Un instant plus tard, les stoltzt avaient rassemblé tout le matériel réclamé par Zakas. Ils dénichèrent même un chariot à roulette utilisé pour déplacer les objets lourds. Ils tendirent les tapis sur une tringle et fixèrent l’ensemble sur le chariot en utilisant une autre tringle comme un mat. Ils obtinrent une sorte de navire sur roue avec un tapis en guise de voile.
— Que comptes-tu faire avec cela ? s’enquit Tramal.
— On va marcher derrière, il nous protégera des flèches. Une fois sur l’ennemi, au corps à corps, leurs arbalètes deviendront inutiles.
— Tu crois que ces tapis arrêteront les flèches ?
— S’ils avaient disposé d’un modèle normal, les carreaux s’y seraient enfoncés comme dans du beurre. Heureusement, les joujoux qu’ils utilisent manquent de force.
Ils sortirent le chariot dans le couloir. En voyant cet étrange engin de guerre, l’ennemi commença à décocher des carreaux. Les projectiles se plantèrent dans l’épaisse trame des tapis, mais n’en ressortirent pas. L’efficacité du dispositif rassura les anciens pirates.
— Alors ? Tu en penses quoi ? demanda Zakas à son lieutenant.

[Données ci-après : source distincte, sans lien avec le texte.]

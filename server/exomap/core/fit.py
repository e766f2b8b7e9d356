"""Nonlinear least squares with the statistics a reviewer needs: standard errors, correlations, profile
likelihood intervals and identifiability warnings.

.. math::

    \\hat\\theta = \\arg\\min_\\theta S(\\theta), \\qquad S(\\theta) = \\sum_k r_k(\\theta)^2

Standard errors come from the linearisation at the optimum, :math:`\\mathrm{Cov} = s^2 (J^T J)^{-1}` with
:math:`s^2 = S(\\hat\\theta)/(n - p)` [1]. The 95 % interval of one parameter is the set of values whose
*profile* sum of squares (the others re-optimised) stays below

.. math::

    S(\\hat\\theta) \\left(1 + \\frac{F_{0.95}(1, n-p)}{n-p}\\right)

(the likelihood-ratio interval of [1], §6.1), which follows the real shape of the sum of squares where the
linear interval would not (a parameter the data barely determine gets a long or open interval, not a
misleadingly short one).

Notes
-----
A parameter is reported *not identifiable* when its profile stays under the threshold out to the search
limit (flat profile; the interval is open on that side and given as None) or when its correlation with another
estimate exceeds ``CORRELATION_WARNING`` in magnitude.

References
----------
[1] D. M. Bates, D. G. Watts, Nonlinear Regression Analysis and Its Applications, Wiley (1988), ch. 2 and 6.
[2] NIST/ITL Statistical Reference Datasets (StRD), nonlinear regression, https://www.itl.nist.gov/div898/strd/
    (the tests check this module against their certified values).
"""

from __future__ import annotations

import math
import time
from collections.abc import Callable, Sequence
from dataclasses import dataclass, field

import numpy as np
from scipy import stats
from scipy.optimize import least_squares

from exomap.core.errors import ConvergenceError, ModelInputError

#: Correlation of two estimates beyond which the data cannot tell them apart [-].
CORRELATION_WARNING = 0.99
#: Profile search: largest distance from the estimate, in standard errors.
PROFILE_MAX_SE = 50.0
#: Most residual evaluations all the profiles of one fit may use, per parameter; past it the sides not yet
#: found are reported open, with a warning (a profile that needs more is flat or the model is stiff there).
PROFILE_EVALUATIONS = 150
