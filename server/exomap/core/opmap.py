"""The operating map: residence time against feed temperature, regions shaded, boundaries exact.

Why it is fast: the feed temperature is explicit on the steady-state manifold, :math:`T_{in} = T_{in}(\\tau, s)`
(``exomap.core.manifold``). So the map samples one curve per residence-time column (not per cell), splits it
at its folds — the zeros of :math:`\\partial T_{in}/\\partial s`, refined by vectorised bisection to machine
precision — into monotone pieces, and every cell's steady states are the pieces whose feed-temperature span
contains the cell's feed temperature, located by one global ``searchsorted`` and polished by a Newton step.
The cost is O(n_tau · N_samples + cells), all of it in numpy array operations.

Boundaries are not read off the grid: ignition and extinction points are the refined folds of each column
(plus the cusp where they meet, solved from :math:`\\partial_s T_{in} = \\partial_s^2 T_{in} = 0`), Hopf
points are refined zeros of the leading real part of the reduced Jacobian where its leading pair is complex,
and the max-temperature contour is :math:`T_{in}(\\tau, s(T_{max}))` where that state is stable.

References
----------
[1] C. van Heerden, Ind. Eng. Chem. 45 (1953) 1242-1247 (multiplicity, ignition and extinction).
[2] A. Uppal, W. H. Ray, A. B. Poore, Chem. Eng. Sci. 29 (1974) 967-985 (cusp and Hopf points of the CSTR).
"""

from __future__ import annotations

import csv
import io
import math
from dataclasses import dataclass

import numpy as np
from scipy.optimize import brentq

from exomap.core import valve as valve_mod
from exomap.core.errors import LimitExceededError, ModelInputError
from exomap.core.manifold import W_BOUND, Manifold, Samples
from exomap.core.regions import CODE, REGIONS, legend
from exomap.core.scenario import Scenario, validate

#: Most cells one map may have (the web layer may set a lower limit).
MAX_CELLS = 1_000_000
#: Most points along one axis.
MAX_POINTS = 2000
#: Samples of the manifold per residence-time column (explicit one-reaction path, general path).
SAMPLES_EXPLICIT = 256
SAMPLES_GENERAL = 160
#: States polished at once (keeps the working arrays in cache; see _cell_states).
POLISH_CHUNK = 8192
# Newton evaluations of a state at most. A state is done when the error its last Newton step leaves, predicted
# from the step and the curvature of T_in(s) across its interval, is below POLISH_ERROR and the step below
# POLISH_STEP (both relative to max(1, |s|)); where the curvature is not known, when the step is below
# POLISH_ACCEPT.
POLISH_ITERATIONS = 8
POLISH_ERROR = 1e-14
POLISH_STEP = 1e-6
POLISH_ACCEPT = 1e-9
# points of the grid searched for a hidden fold pair inside a dip of |dT_in/ds|
UNHIDE_GRID = 17
UNHIDE_ZOOMS = 3
#: Columns used for the boundary curves at least (more than the map's when the map is coarse).
BOUNDARY_COLUMNS = 200
SPACINGS = ("log", "linear")
#: None as a 0-d object array: np.where with it gives object arrays whose tolist() has None for NaN.
_NONE = np.array(None, dtype=object)


@dataclass(frozen=True)
class MapResult:
    """Operating map. Grids are indexed [feed temperature][residence time]."""

    tau: np.ndarray
    T_in: np.ndarray
    region: np.ndarray
    state_count: np.ndarray
    max_temperature: np.ndarray
    valve_opening: np.ndarray
    valve_limited: np.ndarray
    boundaries: dict
    T_max: float
    spacing: str
    success: bool
    message: str

    def to_dict(self) -> dict:
        def clean(rows: np.ndarray) -> list:
            # numpy does the rounding and the NaN -> None swap; tolist() builds the Python lists in C
            rows = np.asarray(rows, dtype=float)
            return np.where(np.isfinite(rows), np.round(rows, 4), _NONE).tolist()

        def curve(arr: np.ndarray) -> list:
            arr = np.asarray(arr, dtype=float)
            return np.where(np.isfinite(arr), arr, _NONE).tolist()

        b = self.boundaries
        return {
            "residence_time_s": self.tau.tolist(),
            "feed_temperature_K": self.T_in.tolist(),
            "spacing": self.spacing,
            "region": self.region.tolist(),
            "legend": legend(),
            "state_count": self.state_count.tolist(),
            "max_temperature_K": clean(self.max_temperature),
            "limit_temperature_K": self.T_max,
            # an opening no valve can take (below 0 or above 1) is None; valve_limited is true there
            "valve_opening": curve(
                np.where((self.valve_opening >= 0) & (self.valve_opening <= 1), self.valve_opening, np.nan)
            ),
            "valve_limited": np.broadcast_to(self.valve_limited, self.region.shape).tolist(),
            "boundaries": {
                "ignition": curve(b["ignition"]),
                "extinction": curve(b["extinction"]),
                "hopf": curve(b["hopf"]),
                "max_temperature": curve(b["max_temperature"]),
                "cusp": curve(b["cusp"]),
            },
            "success": self.success,
            "message": self.message,
        }

    def to_csv(self) -> str:
        keys = {code: key for code, key, _ in REGIONS}
        out = io.StringIO()
        w = csv.writer(out, lineterminator="\n")
        w.writerow(
            ["residence_time_s", "feed_temperature_K", "region", "state_count", "max_temperature_K", "valve_limited"]
        )
        for i, T_in in enumerate(self.T_in):
            for j, tau in enumerate(self.tau):
                mt = self.max_temperature[i, j]
                w.writerow(
                    [
                        f"{tau:.6g}",
                        f"{T_in:.6g}",
                        keys[int(self.region[i, j])],
                        int(self.state_count[i, j]),
                        "" if not math.isfinite(mt) else f"{mt:.4f}",
                        int(bool(self.valve_limited[j])),
                    ]
                )
        return out.getvalue()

— C’est la première fois que j’utilise un engin de siège à l’intérieur.
Zakas éclata de rire.
L’engin faisait presque la largeur du couloir. Il protégerait efficacement les stoltzt. Sabre au clair, ils se rangèrent derrière, bien à l’abri des carreaux ennemis. Puis Zakas donna le signal.
— À l’assaut. Découpez-moi ces peaux lisses en rondelles. Et pas de quartier.
Deux hommes ébranlèrent le chariot qui avança de plus en plus vite au fur et à mesure qu’ils le poussaient. Les stoltzt s’élancèrent à sa suite en hurlant. En voyant cet équipage fonçant sur eux, quelques soldats de l’Orvbel s’enfuirent. Mais la plupart d’entre eux firent face et décochèrent leurs munitions à un rythme soutenu. L’engin était trop large pour passer la porte. Quand il heurta l’encadrement, le mat s’effondra, entraînant la protection avec lui. Loin de renoncer, les stoltzt s’élancèrent au milieu des ennemis. Les sabres entrèrent aussitôt en action. Zakas avait raison, à courte portée, les arbalètes ne servaient à rien. Le combat devint nettement plus équilibré que quelques instants plus tôt.